To help build that groundswell, Gephardt is counting on organized labor. On Saturday, Gephardt and Teamster President James Hoffa rallied 200 Teamster members at a sun-baked parking lot behind a Teamsters local office in Des Moines.

“This is the guy that’s going to stop the hemorrhaging” of manufacturing jobs to China, Mexico and other low-wage venues, Hoffa said.

Gephardt, Hoffa told the crowd, was “born in a Teamster home, as many of you were. What better candidate can you have than that?” In fact, he said, “This is the best candidate we’ve had since Franklin Delano Roosevelt.”

Gephardt, who has turned to more evangelistic rhetoric in recent weeks, had tears in his eyes and his voice cracked with emotion as he told the crowd, “How proud my dad would be to see me here today, getting the endorsement of his union that fought for him! I will be a president every day in that Oval Office for people like you and people like my parents.”

The Teamsters have nearly 12,000 active and retired members in Iowa. Hoffa is urging them not only to show up to back Gephardt on caucus night but give money to his campaign. In a first for the union, its leadership is asking the two million active and retired Teamsters across the country to write a check to the Gephardt campaign.

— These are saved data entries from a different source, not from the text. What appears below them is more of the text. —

"""A whole chair from its spec to its files, by the command line alone: the data, the points and the cards agree with
vectors worked out here from the spec.
"""

from __future__ import annotations

import io
import json
import math
import tomllib
from functools import cache
from pathlib import Path
from tempfile import TemporaryDirectory

import numpy as np
import pytest
from click.testing import CliRunner
from pypdf import PdfReader
from scipy.spatial.transform import Rotation

from cli.main import main

DEMOS = sorted((Path(__file__).parents[2] / "demo_specs").glob("*.toml"))
CHAIR = next(path for path in DEMOS if path.stem == "mates-chair")
each_demo = pytest.mark.parametrize("spec", DEMOS, ids=lambda path: path.stem)


@cache
def told(spec: Path):
    """What `angles --json` says, and the spec itself."""
    result = CliRunner().invoke(main, ["angles", str(spec), "--json"])
    assert result.exit_code == 0
    return json.loads(result.stdout), tomllib.loads(spec.read_text(encoding="utf-8"))


@cache
def printed(spec: Path):
    """What `make` wrote: each page's words, and the report. Both faces."""
    with TemporaryDirectory() as folder:
        pdf, report = Path(folder) / "x.pdf", Path(folder) / "x.json"
        arguments = ["make", str(spec), "-o", str(pdf), "--face", "both", "--report", str(report), "--quiet"]
        assert CliRunner().invoke(main, arguments).exit_code == 0
        words = [page.extract_text() for page in PdfReader(io.BytesIO(pdf.read_bytes())).pages]
        return words, json.loads(report.read_text(encoding="utf-8"))


def bored(data):
    return [*data["legs"], *data.get("posts", []), *data.get("spindles", [])]


class Hall:
    """The floor with the chair's seat above it: places of the seat's plan in the floor frame, all in mm."""

    def __init__(self, spec):
        seat = spec["seat"]
        self.turn = Rotation.from_euler("x", -seat.get("pitch", 0), degrees=True)
        self.height = seat["height"]

    def place(self, plan, z=0.0):
        return self.turn.apply([*plan, z]) + np.array([0.0, 0.0, self.height])

    def seat(self, place):
        return self.turn.inv().apply(np.asarray(place) - [0.0, 0.0, self.height])


def axis(hall, part, thickness):
    """Two points of a part's axis in the floor frame, from the mortise on both faces, and its far end."""
    top, low = (hall.place(part["mortise"][f"{face}_mm"], z) for face, z in (("top", 0.0), ("underside", -thickness)))
    return top, low, np.array([*part["foot_mm"], part.get("foot_z_mm", 0.0)])


@each_demo
def test_the_keys_are_the_same_for_legs_posts_and_spindles(spec):
    data, _ = told(spec)
    wanted = {"name", "splay_deg", "rake_deg", "resultant_deg", "sightline_deg", "drill", "mortise", "foot_mm"}
    for part in bored(data):
        assert wanted | {"axis_mm", "in_seat_mm", "cut"} <= set(part)
        assert set(part["cut"]) >= {"blank_mm", "foot_bevel_deg"}
    for stretcher in data["stretchers"]:
        assert {"name", "between_axes_mm", "shoulder_mm", "over_tenons_mm", "ends"} <= set(stretcher)
        for end in stretcher["ends"]:
            assert {"in", "bore_deg", "clock_deg", "height_mm", "axis_point_mm"} <= set(end)
    assert all(set(edge) >= {"at", "load_n"} for edge in data["stability"])


def test_each_part_of_the_chair_is_straight_from_its_far_end_through_both_faces():
    data, spec = told(CHAIR)
    hall = Hall(spec)
    for part in bored(data):
        top, low, far = axis(hall, part, spec["seat"]["thickness"])
        along = (low - top) / np.linalg.norm(low - top)
        assert np.linalg.norm(np.cross(far - top, along)) < 1e-9
        assert np.linalg.norm(low - top) == pytest.approx(part["in_seat_mm"], abs=1e-9)
        start = low if part["drilled_from"] == "underside" else top
        assert np.linalg.norm(far - start) == pytest.approx(part["axis_mm"], abs=1e-9)


def test_each_leg_of_the_chair_leans_as_its_spec_says_and_its_twin_the_other_way():
    data, spec = told(CHAIR)
    given = {table["name"]: table for table in [*spec["legs"], *spec["posts"]]}
    for part in [*data["legs"], *data["posts"]]:
        name, _, side = part["name"].rpartition(" ")
        table, sign = given[name], -1.0 if side == "left" else 1.0
        x, y = part["mortise"]["underside_mm" if part["drilled_from"] == "underside" else "top_mm"]
        assert (x, y) == pytest.approx((sign * table["at"][0], table["at"][1]), abs=1e-12)
        top, low, far = axis(Hall(spec), part, spec["seat"]["thickness"])
        way = far - (top + low) / 2
        end = 1.0 if name != "front" else -1.0
        assert math.degrees(math.atan2(sign * way[0], abs(way[2]))) == pytest.approx(table["splay"], abs=1e-9)
        assert math.degrees(math.atan2(end * way[1], abs(way[2]))) == pytest.approx(table["rake"], abs=1e-9)


def on_arc(width, back, bow, share):
    """A place of a row: so far (-1 to 1) along the circle through both ends and the middle, which lies `bow` behind."""
    half = width / 2
    radius = (half**2 + bow**2) / (2 * bow)
    turn = share * math.asin(half / radius)
    return np.array([radius * math.sin(turn), back - radius * (1.0 - math.cos(turn))])


def test_the_spindles_step_evenly_along_the_deck_to_their_own_places_on_the_crest():
    data, spec = told(CHAIR)
    (row,), hall = spec["spindles"], Hall(spec)
    deck, crest = row["deck"], row["crest"]
    assert len(data["spindles"]) == row["count"]
    for k, part in enumerate(data["spindles"]):
        share = 2.0 * k / (row["count"] - 1) - 1.0
        foot = on_arc(deck["width"], deck["back"], deck["bow"], share)
        assert part["mortise"]["top_mm"] == pytest.approx(foot, abs=1e-9)
        head = np.array([*on_arc(crest["width"], crest["back"], crest["bow"], share), part["foot_z_mm"]])
        assert part["foot_mm"] == pytest.approx(head[:2], abs=1e-9)
        # The rail's height counts from the seat's top at the back of the deck.
        seat_mm = hall.place([0.0, deck["back"]])[2]
        assert part["foot_z_mm"] == pytest.approx(seat_mm + crest["height"], abs=1e-9)
        # Its own four angles, from square to the seat, from the vector between the two places.
        x, y, z = hall.seat(head) - [*foot, 0.0]
        side = math.copysign(1.0, foot[0]) if abs(foot[0]) > 1e-9 else 1.0
        drill = part["drill"]
        assert drill["splay_deg"] == pytest.approx(math.degrees(math.atan2(side * x, z)), abs=1e-9)
        assert drill["rake_deg"] == pytest.approx(math.degrees(math.atan2(y, z)), abs=1e-9)
        assert drill["resultant_deg"] == pytest.approx(math.degrees(math.atan2(math.hypot(x, y), z)), abs=1e-9)
        assert drill["sightline_deg"] == pytest.approx(math.degrees(math.atan2(side * x, y)), abs=1e-9)


def test_each_stretcher_is_as_long_as_between_its_points_and_bored_at_the_angle_between_the_axes():
    data, spec = told(CHAIR)
    hall, thickness = Hall(spec), spec["seat"]["thickness"]
    lines = {}
    for part in data["legs"]:
        top, _, far = axis(hall, part, thickness)
        lines[part["name"]] = (far, (far - top) / np.linalg.norm(far - top))
    for stretcher in data["stretchers"]:
        ends = [np.array(end["axis_point_mm"]) for end in stretcher["ends"]]
        lines[stretcher["name"]] = (ends[0], (ends[1] - ends[0]) / np.linalg.norm(ends[1] - ends[0]))
    wanted = {table["name"]: table for table in spec["stretchers"]}
    for stretcher in data["stretchers"]:
        table = wanted[stretcher["name"]]
        points = [np.array(end["axis_point_mm"]) for end in stretcher["ends"]]
        assert stretcher["between_axes_mm"] == pytest.approx(math.dist(*points), abs=1e-9)
        assert stretcher["over_tenons_mm"] == pytest.approx(stretcher["shoulder_mm"] + 2 * table["tenon"], abs=1e-9)
        for k, end in enumerate(stretcher["ends"]):
            through, along = lines[end["in"]]
            assert end["in"] == table["between"][k]
            assert np.linalg.norm(np.cross(points[k] - through, along)) < 1e-9
            assert end["height_mm"] == pytest.approx(points[k][2], abs=1e-9)
            if "heights" in table:
                assert end["height_mm"] == pytest.approx(table["heights"][k], abs=1e-9)
            way = (points[1 - k] - points[k]) / stretcher["between_axes_mm"]
            assert end["bore_deg"] == pytest.approx(math.degrees(math.acos(way @ along)), abs=1e-9)


def test_a_legs_clock_starts_at_its_sightline_and_runs_clockwise_looking_toward_its_foot():
    data, spec = told(CHAIR)
    hall = Hall(spec)
    parts = {part["name"]: part for part in data["legs"]}
    for stretcher in data["stretchers"]:
        for k, end in enumerate(stretcher["ends"]):
            if end["in"] not in parts:
                continue
            top, _, far = axis(hall, parts[end["in"]], spec["seat"]["thickness"])
            along = (far - top) / np.linalg.norm(far - top)
            # The arrow of the sightline: the way of the foot in the seat's plane, laid square to the leg.
            normal = hall.turn.apply([0.0, 0.0, 1.0])
            zero = along - (along @ normal) * normal
            zero -= (zero @ along) * along
            way = np.subtract(stretcher["ends"][1 - k]["axis_point_mm"], end["axis_point_mm"])
            # Clockwise looking along the axis: a quarter turn on from the arrow lies at along x zero.
            quarter = np.cross(along, zero)
            clock = math.degrees(math.atan2(way @ quarter, way @ zero)) % 360.0
            assert end["clock_deg"] == pytest.approx(clock, abs=1e-7)


def test_left_and_right_stretchers_are_mirrored():
    data, _ = told(CHAIR)
    left, right = data["stretchers"][:2]
    assert left["shoulder_mm"] == pytest.approx(right["shoulder_mm"], abs=1e-9)
    for one, other in zip(left["ends"], right["ends"], strict=True):
        assert one["bore_deg"] == pytest.approx(other["bore_deg"], abs=1e-9)
        assert one["clock_deg"] + other["clock_deg"] == pytest.approx(360.0, abs=1e-9)


@each_demo
def test_every_mortise_lies_on_its_face_of_the_paper_where_the_data_have_it(spec):
    data, _ = told(spec)
    _, report = printed(spec)
    pieces = {piece["piece"]: piece["points"] for piece in report["pieces"] if piece["piece"].startswith("template")}
    assert set(pieces) == {"template underside", "template top"}
    for part in bored(data):
        mortise = part["mortise"]
        face = part["drilled_from"]
        x, y = mortise[f"{face}_mm"]
        seen = (-x, y) if face == "underside" else (x, y)
        assert pieces[f"template {face}"][part["name"]] == pytest.approx(seen, abs=1e-9)


@each_demo
def test_every_part_is_named_on_a_card_and_on_a_strip_where_it_leans(spec):
    data, _ = told(spec)
    words, report = printed(spec)
    for sheet in ("cards", "strips"):
        pages = [page["page"] for page in report["pages"] if page["sheet"] == sheet]
        said = " ".join(" ".join(words[page - 1].split()) for page in pages)
        for part in bored(data):
            if part["drill"]["resultant_deg"] > 0.05:
                assert part["name"] in said, sheet


@each_demo
def test_the_setting_out_sheet_carries_every_part_and_every_warning_of_the_data(spec):
    data, _ = told(spec)
    words, report = printed(spec)
    pages = [page["page"] for page in report["pages"] if page["sheet"] == "setting-out"]
    said = " ".join(" ".join(words[page - 1].split()) for page in pages)
    for part in [*bored(data), *data["stretchers"]]:
        assert part["name"] in said
    for warning in data["warnings"]:
        assert f"[{warning['code']}]" in said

If even 10 percent of them gave Gephardt $20, that would be $4 million, which is more than Gephardt was able to raise in the second quarter of this year.

But the biggest prize in the ranks of organized labor in Iowa is the backing of the American Federation of State, County, and Municipal Employees (AFSCME), which has about 20,000 members in the state.

AFSCME’s national leadership will meet Sept. 10 to decide whether and whom to endorse. It will be a very big day for the contenders.